One can pick nits with pretty much every one of these criteria:

Reputation: How much do HS counselors and peers know about the fine differences between Chicago and Northwestern? (Especially if they’re not from the Chicago area. Extend this metaphor to other universities across the nation).

Acceptance rate: Just encourages overmarketing to unqualified kids and yield management

HS Rank: So many HSs have less than full disclosure of this stuff. Plus, top 10% from various competitive HSs is almost certainly a far greater achievement (academically), than top 10% from various lesser (rural, inner city, etc) HSs.

SAT/ACT: Easy to see why these are criticized - impact of test prep, etc…

Faculty compensation: 7% is a big # here. Are highly compensated faculty being paid more for research than teaching? Does USN&WR adjust fairly for cost of living differences between New York City and, say, New Hampshire or Austin?

% with Terminal degree, full time faculty: Perhaps not a big differentiator among elite Us, but still… Is a PHD tenure track professor necessarily better than an adjunct without a PHD? One of my better classes was a marketing class taught by (I think) a retired business exec who I assume was part time and lacked a PHD. One of my worst classes was a management class taught by (I think) a tenure track professor with a PHD, but very little real world management experience.

Student faculty ratio: Actually, this one’s pretty reasonable, IMO, but perhaps gameable by various classification systems.

Class size 1-19, 50+: Again, reasonable, but I assume that the heavy weight here is going to lead to (or has already led to) plenty of classes with a hard cap at 19 and 49 students.

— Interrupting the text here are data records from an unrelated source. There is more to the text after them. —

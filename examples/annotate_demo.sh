#!/bin/sh
# Annotates the process lab's reaction list (examples/process_lab_reactions.smi): every record
# gets its predicted products and, where a product was recorded, the check verdict; malformed
# records get an error with their position. Writes JSON Lines to standard output (the
# committed examples/process_lab_reactions.annotated.jsonl is this output) and the summary to
# standard error.
# Usage: examples/annotate_demo.sh [path/to/addsite] [more annotate options, e.g. --format tsv]
# The binary defaults to $ADDSITE, then build/addsite beside this directory.
# The list holds malformed records on purpose: they are reported (error records and the
# summary) under --on-error ignore, so the demo exits 0 when it ran to the end.
here=$(cd "$(dirname "$0")" && pwd)
bin=${1:-${ADDSITE:-$here/../build/addsite}}
case $bin in /*) ;; *) bin=$(pwd)/$bin ;; esac
[ $# -gt 0 ] && shift
if [ ! -x "$bin" ]; then
    echo "annotate_demo: no addsite binary at $bin (build first: cmake -S . -B build && cmake --build build)" >&2
    exit 2
fi
cd "$here" && exec "$bin" annotate --on-error ignore process_lab_reactions.smi "$@"
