static int run_threads(run_state *rs, as_reader *r, int nthreads, int batch_max,
                       as_error *rerr)
{
    pipeline p;
    memset(&p, 0, sizeof p);
    p.cfg = rs->cfg;
    p.rs = rs;
    p.reader = r;
    p.batch_max = batch_max;
    p.cap = (long)RING_PER_THREAD * nthreads;
    p.ring = calloc((size_t)p.cap, sizeof *p.ring);
    pthread_t *t = calloc((size_t)nthreads, sizeof *t);
    if (!p.ring || !t) {
        free(p.ring);
        free(t);
        rerr->code = AS_ERR_NOMEM;
        snprintf(rerr->msg, sizeof rerr->msg, "out of memory");
        return -1;
    }
    pthread_mutex_init(&p.mu, NULL);
    pthread_cond_init(&p.cv, NULL);
    /* the main thread is one of the N; when a thread cannot be started the others do its
     * share, the output is the same */
    int nstarted = 0;
    for (int i = 1; i < nthreads; i++)
        if (pthread_create(&t[nstarted], NULL, worker_main, &p) == 0)
            nstarted++;
    worker_main(&p);
    for (int i = 0; i < nstarted; i++)
        pthread_join(t[i], NULL);
    int rc = 0;
    if (p.fatal) {
        *rerr = p.read_err;
        rc = -1;
    }
    for (long i = 0; i < p.cap; i++)
        for (int k = 0; k < p.ring[i].n; k++)
            slot_clear(&p.ring[i].s[k]);
    free(p.ring);
    free(t);
    pthread_mutex_destroy(&p.mu);
    pthread_cond_destroy(&p.cv);
    return rc;
}

/* ---------------------------------------------------------------- summary */

static void summary(FILE *f, const counts *c, const char *out_name)
{
    fprintf(f, "annotate: %ld records:", c->records);
    for (int i = 0; i < ST_COUNT; i++)
        fprintf(f, " %s %ld%s", status_names[i], c->status[i], i + 1 < ST_COUNT ? "," : "");
    long nv = 0;
    for (int i = 0; i < AS_VERDICT_COUNT; i++)
        nv += c->verdict[i];
    if (nv) {
        fputs("; verdicts:", f);
        int first = 1;
        for (int i = 0; i < AS_VERDICT_COUNT; i++)
            if (c->verdict[i]) {
                fprintf(f, "%s %s %ld", first ? "" : ",", as_verdict_name((as_verdict)i),
                        c->verdict[i]);
                first = 0;
            }
    }
    if (out_name)
        fprintf(f, "; written to %s", out_name);
    fputc('\n', f);
}
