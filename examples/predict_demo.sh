#!/bin/sh
# Runs `addsite predict` on every line of examples/predict_demo.tsv (text layout).
# Usage: examples/predict_demo.sh [path/to/addsite] [--format json]
# The binary defaults to $ADDSITE, then build/addsite beside this directory.
here=$(cd "$(dirname "$0")" && pwd)
bin=${1:-${ADDSITE:-$here/../build/addsite}}
[ $# -gt 0 ] && shift
if [ ! -x "$bin" ]; then
    echo "predict_demo: no addsite binary at $bin (build first: cmake -S . -B build && cmake --build build)" >&2
    exit 2
fi
status=0
tab=$(printf '\t')
grep -v '^#' "$here/predict_demo.tsv" | while IFS="$tab" read -r smiles reagents note; do
    [ -z "$smiles" ] && continue
    echo "=== $note"
    "$bin" predict "$smiles" --reagents "$reagents" "$@" || status=1
    echo
done
exit $status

Ideally, you’d want a more fine grained measurement here…

Graduation rate & performance: HUGE weight, at (18%+7.5%=25.5%). It’s not a terrible measure, but as another poster mentions, it may penalize schools that emphasize difficult technical degrees (MIT, CalTech). The heavy weight here may encourage schools to push some kids along who might be better off reconsidering their life/educational paths after a semester or two (or, may discourage universities from admitting risky cases in the first place).

First year retention rate: Similar issues to graduation rate.

Financial resources per student: Hopefully, this measures SPENDING, not endowment size (a big endowment doesn’t do much for students if it just piles up endlessly without being spent). Similar possible issues to the faculty compensation issues. Also, you don’t really NEED massive financial resources to teach history and english majors, relative to what you might need (or want anyways) for certain sciences.

Alumni giving rate: Not bad, but my guess is that this probably favors private unis over public (I think many folks have a greater reluctance to support institutions that are already receiving significant government support).

All that said, you could also pick on the various measures that colleges, in turn, use to select their admits (GPA, test scores, extra curriculars, various tip factors, etc).

Choosing (or ranking) contenders where inputs and/or outputs are somewhat fuzzy can be like trying to nail Jell-O to a tree.

“A school with 100% graduation is a school that isn’t appropriately weeding out weak students.”

Totally.

Look at Harvard (98%) and Yale (97%).